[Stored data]
"""Bad input: every problem names sheet, Excel row and column, and what was expected."""

from __future__ import annotations

import datetime as dt

import pytest

from helpers import START, set_value, workbook_bytes, write_workbook
from reagentplan.errors import ScenarioError
from reagentplan.scenario import load_scenario


def problems(sheets) -> list[str]:
    with pytest.raises(ScenarioError) as info:
        load_scenario(workbook_bytes(sheets))
    return [str(p) for p in info.value.problems]


def one(sheets, *parts) -> str:
    found = problems(sheets)
    hits = [m for m in found if all(p in m for p in parts)]
    assert hits, f"no problem mentions {parts}: {found}"
    return hits[0]


def test_good_workbook_loads(sheets):
    scn = load_scenario(workbook_bytes(sheets))
    assert scn.plant.name == "Test Station"
    assert scn.plant.horizon_days == 10
    assert scn.suppliers[0].weekdays == frozenset(range(5))
    assert scn.buyers[1].months == frozenset(range(2, 11))
    assert scn.plant.currency == "USD"  # default
    assert scn.scrubber.injection_ca_s_ratio == 2.5  # default


def test_missing_sheet(sheets):
    del sheets["suppliers"]
    assert "the sheet is missing" in one(sheets, "sheet 'suppliers'")


def test_missing_column(sheets):
    for row in sheets["storage"]:
        del row[1]
    m = one(sheets, "sheet 'storage'", "row 1", "column 'capacity_t'")
    assert "missing" in m and "capacity_st" in m


def test_unknown_column_did_you_mean(sheets):
    sheets["suppliers"][0][6] = "price_per_ton"
    m = one(sheets, "sheet 'suppliers'", "column 'price_per_ton'")
    assert "did you mean 'price_per_t'" in m


def test_unknown_sheet_did_you_mean(sheets):
    sheets["supplier"] = sheets.pop("suppliers")
    m = one(sheets, "sheet 'supplier'", "unknown sheet")
    assert "did you mean 'suppliers'" in m


def test_unknown_key_did_you_mean(sheets):
    sheets["scrubber"].append(["removal_pc", 98])
    m = one(sheets, "sheet 'scrubber'", "row 11", "unknown key 'removal_pc'")
    assert "did you mean 'removal_pct'" in m


def test_both_unit_variants(sheets):
    for i, row in enumerate(sheets["storage"]):
        row.append("capacity_st" if i == 0 else 1000)
    m = one(sheets, "sheet 'storage'", "both unit variants")
    assert "capacity_t" in m and "capacity_st" in m


def test_both_variants_of_a_key(sheets):
    sheets["plant"].append(["so2_limit_lb_per_mmbtu", 0.2, None])
    m = one(sheets, "sheet 'plant'", "row 11", "column 'key'")
    assert "both unit variants" in m and "so2_limit_kg_per_gj" in m


def test_wrong_type(sheets):
    set_value(sheets, "units", 0, "capacity_mw", "two hundred")
    m = one(sheets, "sheet 'units'", "row 2", "column 'capacity_mw'")
    assert "'two hundred'" in m and "a number" in m


def test_bad_date(sheets):
    sheets["generation"][3][0] = "03/07/2030"
    m = one(sheets, "sheet 'generation'", "row 4", "column 'date'")
    assert "YYYY-MM-DD" in m


@pytest.mark.parametrize("sheet, key, column, value, expect", [
    ("scrubber", "removal_pct", None, 101, "from 0 to 100"),
    ("scrubber", "ca_s_ratio", None, 0.9, "from 1 to 5"),
    ("plant", "so2_conversion_pct", None, -5, "from 0 to 100"),
    ("suppliers", 0, "lead_days", -3, "from 0 to 365"),
    ("suppliers", 0, "max_loads_per_day", 1.5, "whole number"),
    ("coal_sources", 0, "sulfur_pct", 140, "from 0 to 100"),
    ("coal_sources", 0, "hhv_mj_per_kg", 11000, "from 5 to 40"),
    ("generation", 2, "mwh", -10, "at least 0"),
    ("storage", 0, "initial_t", -1, "at least 0"),
    ("buyers", 0, "weekdays", "Mon-Fry", "weekdays like"),
    ("buyers", 1, "months", "Spring", "months like"),
    ("suppliers", 0, "mode", "ship", "one of rail, truck"),
])
def test_out_of_range(sheets, sheet, key, column, value, expect):
    set_value(sheets, sheet, key, column, value)
    where = f"column '{column}'" if column else f"value ({key})"
    assert expect in one(sheets, f"sheet '{sheet}'", where)


def test_generation_above_capacity(sheets):
    set_value(sheets, "generation", 1, "mwh", 5000)
    assert "at most 4800" in one(sheets, "sheet 'generation'", "row 3", "column 'mwh'")


def test_blend_shares_must_sum_to_100(sheets):
    sheets["coal_blend"][1][2] = 60
    sheets["coal_blend"].append([START, "Coal B", 30])
    m = one(sheets, "sheet 'coal_blend'", "column 'share_pct'")
    assert "sum to 90" in m and "summing to 100" in m


def test_unknown_source_and_unit(sheets):
    sheets["coal_blend"][1][1] = "Coal AA"
    sheets["generation"][5][1] = "U2"
    assert "did you mean 'Coal A'" in one(sheets, "sheet 'coal_blend'", "row 2", "column 'source'")
    assert "unknown unit 'U2'" in one(sheets, "sheet 'generation'", "row 6", "column 'unit'")


def test_duplicate_rows(sheets):
    sheets["generation"].append(list(sheets["generation"][4]))
    sheets["suppliers"].append(list(sheets["suppliers"][1]))
    assert "duplicate of row 5" in one(sheets, "sheet 'generation'", "row 12")
    assert "duplicate of row 2" in one(sheets, "sheet 'suppliers'", "row 3")


def test_dates_out_of_order_are_sorted(sheets):
    """Row order carries no meaning in dated tables (tests/test_order_free.py)."""
    g = sheets["generation"]
    g[3], g[4] = g[4], g[3]
    scn = load_scenario(workbook_bytes(sheets))
    assert scn.generation["date"].is_monotonic_increasing


def test_dates_outside_horizon(sheets):
    sheets["generation"].append([START + dt.timedelta(days=10), "U1", 100])
    assert "outside the horizon" in one(sheets, "sheet 'generation'", "row 12", "column 'date'")


def test_generation_must_cover_the_horizon_without_history(sheets):
    del sheets["generation"][3]
    m = one(sheets, "sheet 'generation'", "no generation on 1 of 10")
    assert "generation_history" in m


def test_blend_must_start_by_the_first_day(sheets):
    sheets["coal_blend"][1][0] = START + dt.timedelta(days=1)
    assert "in force on the first planned day" in one(sheets, "sheet 'coal_blend'", "row 2")


def test_firm_order_unknown_party(sheets):
    sheets["firm_orders"] = [["date", "material", "party", "loads"], [START, "limestone", "Quary Q", 1]]
    assert "did you mean 'Quarry Q'" in one(sheets, "sheet 'firm_orders'", "row 2", "column 'party'")


def test_firm_order_tonnes_default_to_loads(sheets):
    sheets["firm_orders"] = [["date", "material", "party", "loads"], [START, "limestone", "Quarry Q", 2]]
    scn = load_scenario(workbook_bytes(sheets))
    assert scn.firm_orders[0].tonnes == 2000 and scn.firm_orders[0].mode == "rail"


def test_safety_above_capacity(sheets):
    set_value(sheets, "storage", 0, "safety_t", 6000)
    assert "above capacity" in one(sheets, "sheet 'storage'", "row 2", "column 'safety_t'")


def test_quality_limit_on_wrong_material(sheets):
    set_value(sheets, "buyers", 0, "max_loi_pct", 5)
    assert "fly ash" in one(sheets, "sheet 'buyers'", "row 2", "column 'max_loi_pct'")


def test_comment_rows_and_note_columns_are_ignored(sheets):
    sheets["units"].insert(1, ["# example: Unit 9", 500, 9, 0])
    for i, row in enumerate(sheets["units"]):
        row.append("note" if i == 0 else "free text")
    assert [u.unit for u in load_scenario(workbook_bytes(sheets)).units] == ["U1"]


def test_iso_text_dates_and_numeric_text(sheets):
    sheets["generation"][1][0] = START.isoformat()
    sheets["generation"][1][2] = "2,500"
    scn = load_scenario(workbook_bytes(sheets))
    assert scn.generation["mwh"].iloc[0] == 2500


def test_many_problems_reported_together(sheets):
    set_value(sheets, "units", 0, "capacity_mw", "x")
    set_value(sheets, "suppliers", 0, "lead_days", -1)
    assert len(problems(sheets)) >= 2


def test_not_a_workbook(tmp_path):
    path = tmp_path / "plan.xlsx"
    path.write_text("date,unit,mwh\n2030-01-01,U1,5\n")
    with pytest.raises(ScenarioError, match="not an .xlsx workbook"):
        load_scenario(path)


def test_damaged_zip(tmp_path):
    path = tmp_path / "broken.xlsx"
    path.write_bytes(b"PK\x03\x04" + b"\0" * 200)
    with pytest.raises(ScenarioError, match="could not be opened"):
        load_scenario(path)


def test_empty_file(tmp_path):
    path = tmp_path / "empty.xlsx"
    path.write_bytes(b"")
    with pytest.raises(ScenarioError, match="is empty"):
        load_scenario(path)


def test_huge_file(tmp_path):
    path = tmp_path / "huge.xlsx"
    with open(path, "wb") as fh:
        fh.truncate(30 * 2**20)
    with pytest.raises(ScenarioError, match="at most 25 MB"):
        load_scenario(path)


def test_missing_file(tmp_path):
    with pytest.raises(ScenarioError, match="does not exist"):
        load_scenario(tmp_path / "nope.xlsx")


def test_us_customary_columns_are_converted(sheets, tmp_path):
    for i, row in enumerate(sheets["storage"]):
        row[1] = "capacity_st" if i == 0 else row[1] / 0.90718474
    scn = load_scenario(write_workbook(sheets, tmp_path / "us.xlsx"))
    assert scn.storage["limestone"].capacity_t == pytest.approx(5000)


def test_lane_closures_and_months_shape_the_calendar(sheets):
    sheets["lane_closures"] = [["party", "mode", "first_date", "last_date"],
                               ["Quarry Q", "rail", START + dt.timedelta(days=1), START + dt.timedelta(days=2)]]
    scn = load_scenario(workbook_bytes(sheets))
    open_days = scn.lane_open(scn.suppliers[0])
    # START is a Monday: Mon open, Tue-Wed closed, Thu-Fri open, weekend shut (Mon-Fri lane)
    assert open_days[:7].tolist() == [True, False, False, True, True, False, False]
    assert scn.lane_open(scn.buyers[1])[:6].all()


def test_lane_closure_unknown_party_and_reversed_dates(sheets):
    sheets["lane_closures"] = [["party", "first_date", "last_date"],
                               ["Quary Q", START, START],
                               ["Board Co", START + dt.timedelta(days=3), START]]
    assert "did you mean 'Quarry Q'" in one(sheets, "sheet 'lane_closures'", "row 2", "column 'party'")
    assert "before the first" in one(sheets, "sheet 'lane_closures'", "row 3", "column 'last_date'")


def test_seasonal_supplier_rows(sheets):
    row = sheets["suppliers"][1]
    sheets["suppliers"][0].append("months")
    sheets["suppliers"][1] = row + ["Apr-Sep"]
    sheets["suppliers"].append(list(row[:7]) + [3000, None, 30000, "Oct-Mar"])
    scn = load_scenario(workbook_bytes(sheets))
    assert [s.lane for s in scn.suppliers] == ["Quarry Q rail (Apr-Sep)", "Quarry Q rail (Jan-Mar,Oct-Dec)"]
    assert scn.lane_open(scn.suppliers[1])[0] and not scn.lane_open(scn.suppliers[0])[0]


def test_period_settings_validated(sheets):
    sheets["period_settings"] = [["first_date", "last_date", "key", "value"],
                                 [START, START + dt.timedelta(days=2), "oxidation_pct", 120]]
    assert "from 0 to 100" in one(sheets, "sheet 'period_settings'", "row 2", "column 'value'")
    sheets["period_settings"][1][2] = "oxidation_pc"
    m = one(sheets, "sheet 'period_settings'", "row 2", "column 'key'")
    assert "did you mean 'oxidation_pct'" in m


def test_period_settings_overlap(sheets):
    sheets["period_settings"] = [["first_date", "last_date", "key", "value"],
                                 [START, START + dt.timedelta(days=2), "oxidation_pct", 90],
                                 [START + dt.timedelta(days=2), START + dt.timedelta(days=4), "oxidation_pct", 80]]
    assert "overlaps row 2" in one(sheets, "sheet 'period_settings'", "row 3")


def test_stone_period_setting_unused_when_quarries_give_caco3(sheets):
    """A span of `limestone_caco3_pct` is not used once the quarries give their own stone:
    the loader says so (a warning naming the row), and the scenario still loads."""
    sheets["period_settings"] = [["first_date", "last_date", "key", "value"],
                                 [START, START + dt.timedelta(days=2), "limestone_caco3_pct", 90]]
    plain = load_scenario(workbook_bytes(sheets))
    assert not [w for w in plain.warnings if w.sheet == "period_settings"]
    sheets["suppliers"][0].append("caco3_pct")
    sheets["suppliers"][1].append(96)
    scn = load_scenario(workbook_bytes(sheets))
    hits = [str(w) for w in scn.warnings if w.sheet == "period_settings"]
    assert len(hits) == 1 and "row 2" in hits[0] and "not used" in hits[0] and "suppliers" in hits[0]


# ------------------------------------------------------------------ every problem in one run


def test_blank_template_lists_every_problem_in_one_run(tmp_path):
    """The plant sheet's missing values and the empty tables, together: the user fills
    the template once, not once per run."""
    from reagentplan.template import write_template

    with pytest.raises(ScenarioError) as info:
        load_scenario(write_template(tmp_path / "blank.xlsx"))
    found = [str(p) for p in info.value.problems]
    assert any("sheet 'plant'" in m and "value (name)" in m for m in found), found
    assert any("sheet 'plant'" in m and "value (start_date)" in m for m in found), found
    for sheet in ("units", "coal_sources", "suppliers", "coal_blend"):
        assert any(f"sheet '{sheet}'" in m and "the sheet has no rows" in m for m in found), sheet
    assert sum("sheet 'storage'" in m and "no row for the store" in m for m in found) == 4
    assert found[0].startswith("sheet 'plant'")  # still in the order the sheets are read


def test_a_table_with_a_bad_cell_is_not_called_empty(sheets):
    """Rows with a bad cell are left out of the checks that follow; the sheet they are
    on is not reported as having no rows on top of its cell's problem."""
    set_value(sheets, "units", 0, "capacity_mw", "lots")
    set_value(sheets, "storage", 0, "capacity_t", "full")
    sheets["plant"] = [r for r in sheets["plant"] if r[0] != "name"]  # a problem on another sheet
    found = problems(sheets)
    assert any("sheet 'units'" in m and "'lots'" in m for m in found), found
    assert not any("has no rows" in m or "no row for the store" in m for m in found), found


# ------------------------------------------------------------------ generation left to history


def _history_rows(days: int) -> list[list]:
    return [["date", "unit", "mwh"]] + [[START - dt.timedelta(days=days - i), "U1", 2400.0 + 10 * (i % 7)]
                                        for i in range(days)]


def test_generation_sheet_may_be_left_out_when_history_covers_the_forecast(sheets):
    """WORKBOOK.md: the forecast is made from generation_history for the days that
    `generation` does not cover, so with history the `generation` sheet may be absent
    (it then covers no day), as it may be empty."""
    del sheets["generation"]
    sheets["generation_history"] = _history_rows(60)
    scn = load_scenario(workbook_bytes(sheets))
    assert len(scn.generation) == 0 and len(scn.generation_history) == 60
    assert scn.generation_matrix().isna().all().all()


def test_generation_sheet_left_out_with_too_little_history(sheets):
    del sheets["generation"]
    sheets["generation_history"] = _history_rows(5)
    m = one(sheets, "sheet 'generation_history'", "column 'unit'")
    assert "5 day(s) of history" in m and "no generation on 10 of 10" in m


def test_generation_sheet_still_needed_without_history(sheets):
    del sheets["generation"]
    assert "the sheet is missing" in one(sheets, "sheet 'generation'")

**What is being asked**
Up to and including the line with "assert scn.plant.horizon_days == 10", restate the records above word for word from the very first line.

**Result below**
"""Bad input: every problem names sheet, Excel row and column, and what was expected."""

from __future__ import annotations

import datetime as dt

import pytest

from helpers import START, set_value, workbook_bytes, write_workbook
from reagentplan.errors import ScenarioError
from reagentplan.scenario import load_scenario


def problems(sheets) -> list[str]:
    with pytest.raises(ScenarioError) as info:
        load_scenario(workbook_bytes(sheets))
    return [str(p) for p in info.value.problems]


def one(sheets, *parts) -> str:
    found = problems(sheets)
    hits = [m for m in found if all(p in m for p in parts)]
    assert hits, f"no problem mentions {parts}: {found}"
    return hits[0]


def test_good_workbook_loads(sheets):
    scn = load_scenario(workbook_bytes(sheets))
    assert scn.plant.name == "Test Station"
    assert scn.plant.horizon_days == 10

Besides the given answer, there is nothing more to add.